A Challenger Approaches: Details Leak On Next-Gen Wii
According to current info, the Wii's successor (Wii 2?) will contain:
- 8GB of internal flash-based storage
- 25GB optical discs (Nintendo has not stated what types of discs these are)
- HD graphics support
We'll take a Wii 2 but we're hoping for a different color.
Current rumors suggest that the next Nintendo console's controllers will integrate a touch-sensitive display. Presumably this touchpad would function similarly to the second screen on the Nintendo DS. On a full-size console, the touchpad would likely be more versatile, and less likely to require players to look at it. On the DS, the gap between the screens is very small. Gazing between a small device in your hands (say, an iPhone) and a TV ten feet away requires that your eyes refocus, which always requires a small amount of time. It also gets annoying pretty fast.
Other rumors being batted around include wireless Wii streaming, or being able to stream a game to the controller for remote playing anywhere. We're dubious on that last—it'd require quite a bit of Wiimote redesign, and would ruin the controller's ability to be used for much else.

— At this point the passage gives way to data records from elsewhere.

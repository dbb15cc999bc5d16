/** `lagparity fit`: the command's options and help; the run code (`fit-run.ts`) is loaded when it runs. */
import type { Command } from 'commander';
import type { FitOptions } from './fit-run.js';

export function registerFit(program: Command): void {
  program
    .command('fit')
    .description('Fit hit probability against latency, compensation scale and difficulty; print the diagnostics and write a model file.')
    .argument('<trials>', 'trials (lagparity/trials@1): a CSV file, a Parquet file, or a quoted glob of CSV or Parquet shards ("telemetry/*.parquet", read through the optional package @duckdb/node-api); per-attempt `hit` or per-round `hits`/`attempts` rows')
    .option('--out <file>', 'write the model file (lagparity/model@1) here; never replaces a file without --force')
    .option('--link <name>', 'link function: logit, probit or cloglog', 'logit')
    .option('--terms <list>', 'comma-separated terms, e.g. latency,log_scale,difficulty,latency_x_log_scale (intercept implied; add no_intercept to drop it)')
    .option('--cluster <by>', 'cluster-robust (CR1) errors by `player` or `none`; default player when the file has a player column')
    .option('--folds <k>', 'cross-validation folds, whole players held out; 0 for none', '5')
    .option('--seed <n>', 'seed of the fold assignment', '1')
    .option('--lr-tests <which>', 'likelihood-ratio test per factor (one refit each): all or none', 'all')
    .option('--no-baseline', 'skip the least-squares baseline on accuracy (reported as null)')
    .option('--reference <level>', 'reference difficulty level (default: the first level in the file)')
    .option('--attribute <kind>', 'what the scale multiplied in these trials, hit_area or timing_window; recorded in the model file (the field check compares it)')
    .option('--compare <specs>', 'rank candidates by held-out log loss: MODEL[:TERMS] separated by ";", MODEL one of logit, probit, cloglog, least_squares')
    .option('--family <name>', 'binomial, or least_squares (OLS on per-round accuracy; a baseline, not written as a model)', 'binomial')
    .option('--latency-step <ms>', 'group latencies to this resolution in ms before fitting (through DuckDB, as `grouping-sql` prints it); default 1 for Parquet and globs, exact for one CSV file')
    .option('--counts <kind>', '`hits`/`attempts` rows are `rounds` (each a recorded round: grouped likelihood) or `attempts` (counts of independent attempts, e.g. the output of `grouping-sql`: fitted as those attempts)', 'rounds')
    .option('--threads <n>', 'threads for the refits (likelihood-ratio tests, folds, baseline; default: the processors available, at most 4; each worker holds its own copy of the data); the answer does not depend on it')
    .option('--json', 'write the whole result as one JSON document (lagparity/fit-result@1) to stdout')
    .option('--force', 'replace an existing --out file')
    .addHelpText(
      'after',
      `
Examples:
  lagparity fit matches/playtest-trials.csv --out matches/model.json
  lagparity fit trials.csv --out model.json --link probit --terms latency,log_scale,difficulty --cluster none
  lagparity fit trials.csv --folds 0 --lr-tests none --no-baseline --cluster none
    the maximum-likelihood fit alone with its standard errors (a binomial GLM by IRLS;
    McCullagh and Nelder 1989), without the cross-validation, the tests and the baseline
  lagparity fit "telemetry/*.parquet" --out model.json
    reads every shard through embedded DuckDB, grouped per player at 1 ms of latency
  lagparity fit counts.csv --counts attempts --out model.json
    fits the counts a warehouse returned for \`lagparity grouping-sql\` (docs/warehouse.md)
  lagparity fit trials.csv --compare "logit;probit;cloglog:latency,log_scale,difficulty;least_squares"
    fits the main model (--link/--terms) and four candidates: the logit, probit and
    (with fewer terms) cloglog links and least squares on accuracy; a candidate
    without ":TERMS" uses --terms (or the default). Candidates are ranked by
    held-out log loss from player-wise cross-validation (--folds, --seed).

Exit codes: 0 fitted (and written); 2 bad input, a fit without estimates (rank deficiency, separation,
iteration limit), or an --out file that exists without --force.`,
    )
    .action(async (trials: string, options: FitOptions) => {
      const { runFit } = await import('./fit-run.js');
      process.exitCode = await runFit(trials, options);
    });
}
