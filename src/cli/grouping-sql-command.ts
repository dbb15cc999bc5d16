/** `lagparity grouping-sql`: the command's options and help; the run code (`grouping-sql-run.ts`) is loaded when it runs. */
import type { Command } from 'commander';
import type { GroupingSqlCliOptions } from './grouping-sql-run.js';

export function registerGroupingSql(program: Command): void {
  program
    .command('grouping-sql')
    .description('Print the one SQL statement that groups trials rows into hits/attempts counts per player, latency, scale and difficulty, for your own engine (DuckDB, PostgreSQL, ClickHouse).')
    .option('--table <name>', 'the table holding the rows, with the trials format\'s columns', 'telemetry')
    .option('--latency-step <ms>', 'latency resolution of the grouping in ms', '1')
    .option('--rows <kind>', 'what a source row is: attempts (a `hit` column, grouped) or rounds (`hits`/`attempts`, each round kept)', 'attempts')
    .option('--weight', 'the rows have a `weight` column (a grouping key)')
    .option('--no-player', 'the rows have no `player` column (then the fit has no player clusters)')
    .addHelpText(
      'after',
      `
Examples:
  lagparity grouping-sql --table shots > grouping.sql
  psql -d games --csv -f grouping.sql > counts.csv
  lagparity fit counts.csv --counts attempts --out model.json

The result has the trials format's columns (player, latency_ms, scale, difficulty, hits, attempts):
save it as CSV and fit it with --counts attempts, which gives the estimates and cluster-robust
errors the rows would (docs/warehouse.md).`,
    )
    .action(async (options: GroupingSqlCliOptions) => {
      const { runGroupingSql } = await import('./grouping-sql-run.js');
      process.exitCode = runGroupingSql(options);
    });
}
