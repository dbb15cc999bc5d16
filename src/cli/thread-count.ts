/**
 * The `--threads` option of the commands that can share their work between
 * threads (`plan size`, `fit`, `field-check`): a whole number from 1 to 256,
 * by default the processors available, at most `defaultCap` of them. The
 * answer never depends on it.
 */
import { availableParallelism } from 'node:os';
import { type Issue, error, show } from '../issues.js';

/**
 * The default of `fit` and `field-check`: each of their worker threads holds a copy of the data's
 * groups and its own designs (about 250 MB at a million distinct rows), so a many-core machine does
 * not start one per core unasked; `--threads` sets more.
 */
export const FIT_THREADS_CAP = 4;

/** Threads to use; an invalid value adds an issue naming `--threads`. */
export function threadCount(text: string | undefined, issues: Issue[], defaultCap = Infinity): number {
  if (text === undefined) return Math.max(1, Math.min(defaultCap, availableParallelism()));
  const value = Number(text);
  if (!Number.isInteger(value) || value < 1 || value > 256) issues.push(error('invalid_option', '--threads', `\`--threads\` requires a whole number from 1 to 256, got ${show(text)}`));
  return value;
}
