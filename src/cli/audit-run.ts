/** `lagparity audit`, run: check a rule set against lobbies before a match, with a verdict a script can act on (options and help: `audit-command.ts`). */
import { basename } from 'node:path';
import { error, show } from '../issues.js';
import { auditLobbies } from '../audit/audit-lobbies.js';
import { parseSweep, sweepRule } from '../audit/sweep.js';
import { loadLobbies, loadModel, loadRules } from './inputs.js';
import { renderAudit, renderSweep } from './render-audit.js';
import { EXIT_BAD_INPUT, EXIT_FAILED_CHECK, EXIT_OK, reportIssues, writeOut } from './output.js';

export interface AuditOptions {
  model: string;
  rules: string;
  json?: boolean;
  format?: string;
  sweep?: string;
}

export async function runAudit(paths: string[], options: AuditOptions): Promise<number> {
  const style = options.format ?? 'table';
  if (style !== 'table' && style !== 'markdown') {
    reportIssues([error('invalid_option', '--format', `\`--format\` requires table or markdown, got ${show(style)}`)]);
    return EXIT_BAD_INPUT;
  }
  const sweep = options.sweep === undefined ? undefined : parseSweep(options.sweep);
  if (sweep !== undefined && !sweep.ok) {
    reportIssues(sweep.issues);
    return EXIT_BAD_INPUT;
  }
  const [model, rules, lobbies] = await Promise.all([loadModel(options.model), loadRules(options.rules), loadLobbies(paths)]);
  if (!model.ok || !rules.ok || !lobbies.ok) {
    reportIssues([...(model.ok ? [] : model.issues), ...(rules.ok ? [] : rules.issues), ...(lobbies.ok ? [] : lobbies.issues)]);
    return EXIT_BAD_INPUT;
  }
  const entries = lobbies.value.map(({ path, lobby }) => ({ lobby, source: path === '-' ? 'stdin' : basename(path) }));
  if (sweep !== undefined && sweep.ok) {
    const report = sweepRule(entries, model.value, rules.value, sweep.value);
    writeOut(options.json ? JSON.stringify(report, null, 2) : renderSweep(report, style));
    // As a single audit: 0 when the rules can hold (some swept value puts every lobby within them), 1 when none does.
    return report.smallest_value_within_rules === null ? EXIT_FAILED_CHECK : EXIT_OK;
  }
  const report = auditLobbies(entries, model.value, rules.value);
  for (const lobby of report.lobbies) reportIssues(lobby.warnings.map((issue) => ({ ...issue, location: `${lobby.source}:${issue.location}` })));
  writeOut(options.json ? JSON.stringify(report, null, 2) : renderAudit(report, style, rules.value));
  return report.summary.outside_rules > 0 ? EXIT_FAILED_CHECK : EXIT_OK;
}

Based on what we know now, the Wii 2 looks like an evolved, upgraded, and polished Wii. There's no sign that Nintendo intends to go the Kinect route or that the company is going to abandon its visual styling and game focus for more mature themes. If we're slow to criticize such tendencies, it's because the original Wii was mostly regarded as an also-ran until it hit market. While Wii sales have slowed in recent months, Nintendo has still managed to sell some 86 million of them—almost as many as the XBox 360 and Sony PS3 put together.
There's no word yet on hardware. Given the amount of time that's passed since the Wii was introduced, Nintendo could easily roll a faster Wii simply by adjusting clockspeeds on the CPU and GPU. Both the Broadway (CPU) and Hollywood (GPU) were originally built on 90nm technology. These same processors could be built on 40nm (or even 28nm) for a fraction of the power envelope, thus allowing greater speeds.
The better option would be to move away from the existing GPU, at least—Hollywood is a fixed-function GPU, meaning it lacks the programmable features that debuted with NV's G80 GPU. Nintendo, however, moves at its own pace where such things are concerned—we'll have to wait for E3 to get a glimpse of what the new console can do.